## INPUT
#include "core/receiver.hpp"

#include <algorithm>
#include <cmath>
#include <numbers>

#include "core/error.hpp"

namespace spurcast {

std::string to_string(CisprBand band) {
  switch (band) {
    case CisprBand::A: return "A";
    case CisprBand::B: return "B";
    case CisprBand::C: return "C";
    case CisprBand::D: return "D";
  }
  return "B";
}

std::optional<CisprBand> find_band(std::string_view name) {
  for (CisprBand band : {CisprBand::A, CisprBand::B, CisprBand::C, CisprBand::D}) {
    if (to_string(band) == name) return band;
  }
  return std::nullopt;
}

CisprBand band_from_string(std::string_view name) {
  if (auto band = find_band(name)) return *band;
  throw Error("expected one of A, B, C or D, found \"" + std::string(name) + "\"");
}

BandParameters band_parameters(CisprBand band) {
  // CISPR 16-1-1 bands, 6 dB bandwidths and QP/meter time constants: REFERENCES.md §1.1 (from
  // memory; a public encyclopedia mirror and an analyser manual agree).
  switch (band) {
    case CisprBand::A: return {CisprBand::A, 9e3, 150e3, 200.0, {45e-3, 500e-3, 160e-3}};
    case CisprBand::B: return {CisprBand::B, 150e3, 30e6, 9e3, {1e-3, 160e-3, 160e-3}};
    case CisprBand::C: return {CisprBand::C, 30e6, 300e6, 120e3, {1e-3, 550e-3, 100e-3}};
    case CisprBand::D: return {CisprBand::D, 300e6, 1e9, 120e3, {1e-3, 550e-3, 100e-3}};
  }
  return band_parameters(CisprBand::B);
}

CisprBand band_for_frequency(double frequency_hz) {
  for (CisprBand band : {CisprBand::A, CisprBand::B, CisprBand::C, CisprBand::D}) {
    const BandParameters p = band_parameters(band);
    if (frequency_hz >= p.start_hz && frequency_hz <= p.stop_hz) return band;
  }
  throw Error("frequency " + format_quantity(frequency_hz, Dimension::frequency) +
              " is outside the CISPR bands (9 kHz-1 GHz)");
}

namespace {

void check_step(const TableReader& reader, std::string_view key, double step_hz, CisprBand band) {
  const BandParameters p = band_parameters(band);
  if (!(step_hz > 0.0)) {
    reader.fail(key, "expected a positive step, found " + format_quantity(step_hz, Dimension::frequency));
  }
  if (step_hz > 0.5 * p.bandwidth_6db_hz * (1.0 + 1e-9)) {
    reader.fail(key, "expected a step of at most " +
                         format_quantity(0.5 * p.bandwidth_6db_hz, Dimension::frequency) +
                         " (half the " + format_quantity(p.bandwidth_6db_hz, Dimension::frequency) +
                         " bandwidth of band " + to_string(band) + "), found " +
                         format_quantity(step_hz, Dimension::frequency));
  }
}

// Reads an array of names one element at a time, so that a wrong name points at its own position.
template <typename T, typename Find>
std::vector<T> read_name_array(TableReader& reader, std::string_view key, Find find,
                               const std::string& choices) {
  const toml::node* node = reader.node(key);
  std::vector<T> items;
  auto take = [&](const toml::node& element) {
    const auto* text = element.as_string();
    if (text == nullptr) {
      throw Error(position_of(element, reader.file()), "expected a string, found a non-string value");
    }
    const auto found = find(text->get());
    if (!found) {
      throw Error(position_of(element, reader.file()),
                  "expected one of " + choices + ", found \"" + text->get() + "\"");
    }
    if (std::find(items.begin(), items.end(), *found) == items.end()) items.push_back(*found);
  };
  if (const auto* array = node->as_array()) {
    for (const toml::node& element : *array) take(element);
    if (items.empty()) reader.fail(key, "expected at least one entry, found an empty array");
  } else {
    take(*node);  // a lone string is a list of one
  }
  return items;
}

}  // namespace

ReceiverSpec read_receiver_section(TableReader& reader) {
  ReceiverSpec spec;
  if (reader.has("bands")) {
    spec.bands = read_name_array<CisprBand>(reader, "bands", find_band, "A, B, C or D");
  }
  if (reader.has("detectors")) {
    spec.detectors = read_name_array<Detector>(reader, "detectors", find_detector,
                                                "peak, quasi-peak or average");
  }
  spec.step_hz = reader.optional_quantity("step", Dimension::frequency);
  if (spec.step_hz) {
    for (CisprBand band : spec.bands) check_step(reader, "step", *spec.step_hz, band);
  }
  reader.finish({"bands", "detectors", "step"});
  return spec;
}

double if_gain(double offset_hz, double bandwidth_6db_hz) {
  const double x = offset_hz / bandwidth_6db_hz;
  return std::exp(-4.0 * std::numbers::ln2 * x * x);
}

double impulse_bandwidth_hz(double bandwidth_6db_hz) {
  // B_imp = ∫|H| df / |H(0)| for the Gaussian exp(-a f²), a = 4 ln2 / B6²: sqrt(pi/a).
  return std::sqrt(std::numbers::pi / (4.0 * std::numbers::ln2)) * bandwidth_6db_hz;
}

double noise_bandwidth_hz(double bandwidth_6db_hz) {
  // ENBW = ∫|H|² df = sqrt(pi/(2a)).
  return std::sqrt(std::numbers::pi / (8.0 * std::numbers::ln2)) * bandwidth_6db_hz;
}

double default_step_hz(CisprBand band) { return band_parameters(band).bandwidth_6db_hz / 4.0; }

std::vector<double> tuned_frequencies(CisprBand band, double step_hz) {
  const BandParameters p = band_parameters(band);
  if (!(step_hz > 0.0)) throw Error("expected a positive step, found " + format_quantity(step_hz, Dimension::frequency));
  std::vector<double> frequencies;
  const double slack = 1e-9 * p.stop_hz;
  for (std::size_t k = 0;; ++k) {
    const double f = p.start_hz + static_cast<double>(k) * step_hz;
    if (f > p.stop_hz + slack) break;
    frequencies.push_back(f);
  }
  return frequencies;
}

double Reading::level_db(Detector detector) const {
  switch (detector) {
    case Detector::peak: return peak_db;
    case Detector::quasi_peak: return quasi_peak_db;
    case Detector::average: return average_db;
  }
  return peak_db;
}

std::vector<double> plan_frequencies(const ScanPlan& plan) {
  const BandParameters p = band_parameters(plan.band);
  if (plan.frequencies_hz.empty()) {
    const double step = plan.step_hz.value_or(default_step_hz(plan.band));
    if (step > 0.5 * p.bandwidth_6db_hz * (1.0 + 1e-9)) {
      throw Error("expected a step of at most " + format_quantity(0.5 * p.bandwidth_6db_hz, Dimension::frequency) +
                  " (half the " + format_quantity(p.bandwidth_6db_hz, Dimension::frequency) +
                  " bandwidth of band " + to_string(plan.band) + "), found " +
                  format_quantity(step, Dimension::frequency));
    }
    return tuned_frequencies(plan.band, step);
  }
  std::vector<double> frequencies = plan.frequencies_hz;
  std::sort(frequencies.begin(), frequencies.end());
  for (double f : frequencies) {
    if (!(f >= p.start_hz * (1.0 - 1e-9) && f <= p.stop_hz * (1.0 + 1e-9))) {
      throw Error("frequency " + format_quantity(f, Dimension::frequency) + " is outside band " +
                  to_string(plan.band) + " (" + format_quantity(p.start_hz, Dimension::frequency) + "-" +
                  format_quantity(p.stop_hz, Dimension::frequency) + ")");
    }
  }
  return frequencies;
}

ScanResult scan_waveform(const Waveform& waveform, const ScanPlan& plan) {
  (void)waveform;
  (void)plan;
  throw Error("the sampled receiver is not implemented yet");
}

ScanResult scan_lines(const LineSpectrum& lines, const ScanPlan& plan) {
  (void)lines;
  (void)plan;
  throw Error("the line-spectrum receiver is not implemented yet");
}

Envelope waveform_envelope(const Waveform& waveform, double tuned_hz, double bandwidth_6db_hz) {
  (void)waveform;
  (void)tuned_hz;
  (void)bandwidth_6db_hz;
  throw Error("the sampled receiver is not implemented yet");
}

}  // namespace spurcast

## EXERCISE INSTRUCTIONS
Whenever the string "most" shows up in a line above, copy that line.

## TASK ANSWER
    reader.fail(key, "expected a step of at most " +
      throw Error("expected a step of at most " + format_quantity(0.5 * p.bandwidth_6db_hz, Dimension::frequency) +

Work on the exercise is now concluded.